What this task involves:
I would like you to print all the records below exactly as they are.

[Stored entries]
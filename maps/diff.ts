/**
 * Cell-by-cell comparison of two revisions of a map, for the review screen.
 */
import { lookup } from './lookup'
import { sameAxes, type MapTable } from './table'

export interface CellChange {
  row: number
  col: number
  pedalPct: number
  speedKmh: number
  /** Value in `a`, N·m. */
  before: number
  /** Value in `b` (resampled onto a's breakpoints when the axes differ), N·m. */
  after: number
  /** after − before, N·m. */
  delta: number
  /** delta ÷ |before|; null when before is 0 (a relative change from nothing is undefined). */
  relative: number | null
}

export interface MapDiff {
  /** True when the breakpoints differ; b was then resampled onto a's breakpoints with lookup. */
  axesDiffer: boolean
  kindDiffers: boolean
  /** Cells whose value changed by more than the tolerance, largest |delta| first. */
  changed: CellChange[]
  /** Cells compared (a's grid). */
  cellCount: number
  /** Change with the largest |delta|, null when nothing changed. */
  largestAbsolute: CellChange | null
  /** Change with the largest |relative| (cells with before = 0 excluded), null if none. */
  largestRelative: CellChange | null
}

/**
 * Compare `b` against `a` on a's grid. When the axes differ, b is evaluated at each of a's
 * breakpoints with lookup (so features of b between a's breakpoints are not seen — compare
 * the other way round, or after insertBreakpoint, to see them). `toleranceNm` ignores tiny
 * changes such as resampling round-off; default 0 (any change counts).
 * @example diff(a, scaleBy(a, sel, 10)).largestRelative?.relative // ≈ 0.1
 */
export function diff(a: MapTable, b: MapTable, toleranceNm = 0): MapDiff {
  const axesDiffer = !sameAxes(a, b)
  const changed: CellChange[] = []
  a.rowAxis.forEach((pedalPct, row) =>
    a.colAxis.forEach((speedKmh, col) => {
      const before = a.values[row][col]
      const after = axesDiffer ? lookup(b, pedalPct, speedKmh) : b.values[row][col]
      const delta = after - before
      // NaN compares false everywhere; count a cell that became or stopped being NaN as changed.
      const nanChange = Number.isNaN(before) !== Number.isNaN(after)
      if (!(Math.abs(delta) > toleranceNm) && !nanChange) return
      changed.push({ row, col, pedalPct, speedKmh, before, after, delta, relative: before !== 0 && Number.isFinite(delta) ? delta / Math.abs(before) : null })
    }),
  )
  // A NaN delta (a cell that became NaN) sorts first: it is the change most worth seeing.
  const size = (ch: CellChange) => (Number.isNaN(ch.delta) ? Infinity : Math.abs(ch.delta))
  changed.sort((x, y) => size(y) - size(x) || x.row - y.row || x.col - y.col)
  let largestRelative: CellChange | null = null
  for (const ch of changed)
    if (ch.relative !== null && (!largestRelative || Math.abs(ch.relative) > Math.abs(largestRelative.relative ?? 0))) largestRelative = ch
  return {
    axesDiffer,
    kindDiffers: a.kind !== b.kind,
    changed,
    cellCount: a.rowAxis.length * a.colAxis.length,
    largestAbsolute: changed[0] ?? null,
    largestRelative,
  }
}
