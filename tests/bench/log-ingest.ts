/**
 * Log ingest: a seeded 2-hour, 50 Hz drive log (360,001 rows, ≈ 30 MB) parsed and analysed end to
 * end as the upload path does (`ingestLog` over a file stream), against papaparse alone streaming
 * the same file (header: false, no analysis), interleaved in one run; peak memory growth measured
 * in a child process with --expose-gc.
 */
import { execFile } from 'node:child_process'
import fs from 'node:fs'
import path from 'node:path'
import { promisify } from 'node:util'
import Papa from 'papaparse'
import { ingestLog } from '@/app/_lib/reports/log-ingest'
import { INGEST_OPTIONS, writeBenchLog } from './log-file'
import type { MemoryReport } from './log-ingest-memory'
import { figure, isMain, median, now, ROOT, runStandalone, type BenchResult } from './report'

const BENCH = 'log-ingest'
const ROUNDS = 3

/** papaparse alone: streaming, header false, every row delivered to a chunk callback and counted. */
function bareParse(file: string): Promise<number> {
  return new Promise((resolve, reject) => {
    let rows = 0
    Papa.parse<string[], NodeJS.ReadableStream>(fs.createReadStream(file, { encoding: 'utf8' }), {
      header: false,
      delimiter: ',',
      skipEmptyLines: false,
      chunk(results) { rows += results.data.length },
      complete() { resolve(rows) },
      error(e: Error) { reject(e) },
    })
  })
}

async function timed<T>(f: () => Promise<T>): Promise<{ ms: number; value: T }> {
  const t0 = now()
  const value = await f()
  return { ms: now() - t0, value }
}

async function memoryInChild(file: string): Promise<MemoryReport> {
  const { stdout } = await promisify(execFile)(process.execPath, ['--expose-gc', '--conditions=react-server', '--import', 'tsx', path.join(ROOT, 'tests/bench/log-ingest-memory.ts'), file], { cwd: ROOT, maxBuffer: 1 << 20 })
  const last = stdout.trim().split('\n').pop() ?? ''
  return JSON.parse(last) as MemoryReport
}

export async function runLogIngest(): Promise<BenchResult> {
  const log = await writeBenchLog()
  try {
    const mb = log.bytes / 1e6
    await bareParse(log.file) // warm the page cache and both code paths
    await ingestLog(fs.createReadStream(log.file), INGEST_OPTIONS)
    const bare: number[] = []
    const full: number[] = []
    let rows = 0
    for (let i = 0; i < ROUNDS; i++) {
      bare.push((await timed(() => bareParse(log.file))).ms)
      const r = await timed(() => ingestLog(fs.createReadStream(log.file), INGEST_OPTIONS))
      full.push(r.ms)
      rows = r.value.samples
    }
    const bareRate = mb / (median(bare) / 1000)
    const fullRate = mb / (median(full) / 1000)
    const mem = await memoryInChild(log.file)
    return {
      bench: BENCH,
      figures: [
        figure(BENCH, 'log size', mb, 'MB', undefined, `${rows} data rows analysed`),
        figure(BENCH, 'end to end (ingestLog)', fullRate, 'MB/s', undefined, `median of ${ROUNDS}`),
        figure(BENCH, 'papaparse alone (streaming, header:false)', bareRate, 'MB/s', undefined, `median of ${ROUNDS}, interleaved`),
        figure(BENCH, 'end to end / bare parse', fullRate / bareRate, '×', { op: '>=', limit: 0.7 }),
        figure(BENCH, 'peak RSS growth', mem.rssGrowthMB, 'MB', { op: '<', limit: 150 }, 'child process, after gc'),
        figure(BENCH, 'peak heap growth', mem.heapGrowthMB, 'MB', undefined, 'same run'),
      ],
    }
  } finally { log.remove() }
}

if (isMain(import.meta.url)) void runStandalone(BENCH, runLogIngest)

Response to this exercise:
filename maps/diff.ts
/**
 * Cell-by-cell comparison of two revisions of a map, for the review screen.
 */
import { lookup } from './lookup'
import { sameAxes, type MapTable } from './table'

export interface CellChange {
  row: number
  col: number
  pedalPct: number
  speedKmh: number
  /** Value in `a`, N·m. */
  before: number
  /** Value in `b` (resampled onto a's breakpoints when the axes differ), N·m. */
  after: number
  /** after − before, N·m. */
  delta: number
  /** delta ÷ |before|; null when before is 0 (a relative change from nothing is undefined). */
  relative: number | null
}

export interface MapDiff {
  /** True when the breakpoints differ; b was then resampled onto a's breakpoints with lookup. */
  axesDiffer: boolean
  kindDiffers: boolean
  /** Cells whose value changed by more than the tolerance, largest |delta| first. */
  changed: CellChange[]
  /** Cells compared (a's grid). */
  cellCount: number
  /** Change with the largest |delta|, null when nothing changed. */
  largestAbsolute: CellChange | null
  /** Change with the largest |relative| (cells with before = 0 excluded), null if none. */
  largestRelative: CellChange | null
}

/**
 * Compare `b` against `a` on a's grid. When the axes differ, b is evaluated at each of a's
 * breakpoints with lookup (so features of b between a's breakpoints are not seen — compare
 * the other way round, or after insertBreakpoint, to see them). `toleranceNm` ignores tiny
 * changes such as resampling round-off; default 0 (any change counts).
 * @example diff(a, scaleBy(a, sel, 10)).largestRelative?.relative // ≈ 0.1
 */
export function diff(a: MapTable, b: MapTable, toleranceNm = 0): MapDiff {
  const axesDiffer = !sameAxes(a, b)
  const changed: CellChange[] = []
  a.rowAxis.forEach((pedalPct, row) =>
    a.colAxis.forEach((speedKmh, col) => {
      const before = a.values[row][col]
      const after = axesDiffer ? lookup(b, pedalPct, speedKmh) : b.values[row][col]
      const delta = after - before
      // NaN compares false everywhere; count a cell that became or stopped being NaN as changed.
      const nanChange = Number.isNaN(before) !== Number.isNaN(after)
      if (!(Math.abs(delta) > toleranceNm) && !nanChange) return
      changed.push({ row, col, pedalPct, speedKmh, before, after, delta, relative: before !== 0 && Number.isFinite(delta) ? delta / Math.abs(before) : null })
    }),
  )
  // A NaN delta (a cell that became NaN) sorts first: it is the change most worth seeing.
  const size = (ch: CellChange) => (Number.isNaN(ch.delta) ? Infinity : Math.abs(ch.delta))
  changed.sort((x, y) => size(y) - size(x) || x.row - y.row || x.col - y.col)
  let largestRelative: CellChange | null = null
  for (const ch of changed)
    if (ch.relative !== null && (!largestRelative || Math.abs(ch.relative) > Math.abs(largestRelative.relative ?? 0))) largestRelative = ch
  return {
    axesDiffer,
    kindDiffers: a.kind !== b.kind,
    changed,
    cellCount: a.rowAxis.length * a.colAxis.length,
    largestAbsolute: changed[0] ?? null,
    largestRelative,
  }
}
filename tests/bench/log-ingest.ts
/**
 * Log ingest: a seeded 2-hour, 50 Hz drive log (360,001 rows, ≈ 30 MB) parsed and analysed end to
 * end as the upload path does (`ingestLog` over a file stream), against papaparse alone streaming
 * the same file (header: false, no analysis), interleaved in one run; peak memory growth measured
 * in a child process with --expose-gc.
 */
import { execFile } from 'node:child_process'
import fs from 'node:fs'
import path from 'node:path'
import { promisify } from 'node:util'
import Papa from 'papaparse'
import { ingestLog } from '@/app/_lib/reports/log-ingest'
import { INGEST_OPTIONS, writeBenchLog } from './log-file'
import type { MemoryReport } from './log-ingest-memory'
import { figure, isMain, median, now, ROOT, runStandalone, type BenchResult } from './report'

const BENCH = 'log-ingest'
const ROUNDS = 3

/** papaparse alone: streaming, header false, every row delivered to a chunk callback and counted. */
function bareParse(file: string): Promise<number> {
  return new Promise((resolve, reject) => {
    let rows = 0
    Papa.parse<string[], NodeJS.ReadableStream>(fs.createReadStream(file, { encoding: 'utf8' }), {
      header: false,
      delimiter: ',',
      skipEmptyLines: false,
      chunk(results) { rows += results.data.length },
      complete() { resolve(rows) },
      error(e: Error) { reject(e) },
    })
  })
}

async function timed<T>(f: () => Promise<T>): Promise<{ ms: number; value: T }> {
  const t0 = now()
  const value = await f()
  return { ms: now() - t0, value }
}

async function memoryInChild(file: string): Promise<MemoryReport> {
  const { stdout } = await promisify(execFile)(process.execPath, ['--expose-gc', '--conditions=react-server', '--import', 'tsx', path.join(ROOT, 'tests/bench/log-ingest-memory.ts'), file], { cwd: ROOT, maxBuffer: 1 << 20 })
  const last = stdout.trim().split('\n').pop() ?? ''
  return JSON.parse(last) as MemoryReport
}

export async function runLogIngest(): Promise<BenchResult> {
  const log = await writeBenchLog()
  try {
    const mb = log.bytes / 1e6
    await bareParse(log.file) // warm the page cache and both code paths
    await ingestLog(fs.createReadStream(log.file), INGEST_OPTIONS)
    const bare: number[] = []
    const full: number[] = []
    let rows = 0
    for (let i = 0; i < ROUNDS; i++) {
      bare.push((await timed(() => bareParse(log.file))).ms)
      const r = await timed(() => ingestLog(fs.createReadStream(log.file), INGEST_OPTIONS))
      full.push(r.ms)
      rows = r.value.samples
    }
    const bareRate = mb / (median(bare) / 1000)
    const fullRate = mb / (median(full) / 1000)
    const mem = await memoryInChild(log.file)
    return {
      bench: BENCH,
      figures: [
        figure(BENCH, 'log size', mb, 'MB', undefined, `${rows} data rows analysed`),
        figure(BENCH, 'end to end (ingestLog)', fullRate, 'MB/s', undefined, `median of ${ROUNDS}`),
        figure(BENCH, 'papaparse alone (streaming, header:false)', bareRate, 'MB/s', undefined, `median of ${ROUNDS}, interleaved`),
        figure(BENCH, 'end to end / bare parse', fullRate / bareRate, '×', { op: '>=', limit: 0.7 }),
        figure(BENCH, 'peak RSS growth', mem.rssGrowthMB, 'MB', { op: '<', limit: 150 }, 'child process, after gc'),
        figure(BENCH, 'peak heap growth', mem.heapGrowthMB, 'MB', undefined, 'same run'),
      ],
    }
  } finally { log.remove() }
}

if (isMain(import.meta.url)) void runStandalone(BENCH, runLogIngest)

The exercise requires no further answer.